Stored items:
---

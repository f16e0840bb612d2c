import { describe, expect, it } from 'vitest';
import { appState } from '../../src/app/app-state.ts';
import { offerUpdates } from '../../src/app/update-flow.ts';

/** A page and its service worker, played by hand. */
function page(wasControlled: boolean) {
  const state = appState();
  let waiting = () => {};
  let controlling = () => {};
  let later = () => {};
  const done = { reloads: 0, takeOvers: 0 };
  const use = offerUpdates(
    state,
    {
      onWaiting: (listener) => (waiting = listener),
      onControlling: (listener) => (controlling = listener),
      takeOver: () => done.takeOvers++,
    },
    { wasControlled, reload: () => done.reloads++, after: (_, act) => (later = act) },
  );
  return {
    state,
    done,
    use,
    waiting: () => waiting(),
    controlling: () => controlling(),
    timePasses: () => later(),
  };
}

describe('a new version', () => {
  it('is not made of the first visit', () => {
    const first = page(false);
    first.controlling();
    expect(first.state.update.value).toBe('none');
    expect(first.done.reloads).toBe(0);
  });

  it('is offered, and reloads once when somebody agrees', () => {
    const tab = page(true);
    tab.waiting();
    expect(tab.state.update.value).toBe('ready');
    expect(tab.done).toEqual({ reloads: 0, takeOvers: 0 });
    tab.use();
    expect(tab.done).toEqual({ reloads: 0, takeOvers: 1 });
    tab.controlling();
    tab.timePasses();
    expect(tab.done.reloads).toBe(1);
  });

  it('reloads where the browser never tells that the worker took over', () => {
    const tab = page(true);
    tab.waiting();
    tab.use();
    tab.timePasses();
    expect(tab.done.reloads).toBe(1);
  });

  it('let in by another tab does not reload this one, but is told', () => {
    const tab = page(true);
    tab.controlling();
    expect(tab.state.update.value).toBe('elsewhere');
    expect(tab.done.reloads).toBe(0);
    tab.use();
    expect(tab.done.reloads).toBe(1);
  });

  it('in the session of the first visit is told like any other', () => {
    const tab = page(false);
    tab.controlling();
    tab.waiting();
    expect(tab.state.update.value).toBe('ready');
    tab.controlling();
    expect(tab.state.update.value).toBe('elsewhere');
  });
});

---

▶ What is being asked
Filter the entries above and keep only the lines with the word "first".

▶ Your solution
  it('is not made of the first visit', () => {
    const first = page(false);
    first.controlling();
    expect(first.state.update.value).toBe('none');
    expect(first.done.reloads).toBe(0);
  it('in the session of the first visit is told like any other', () => {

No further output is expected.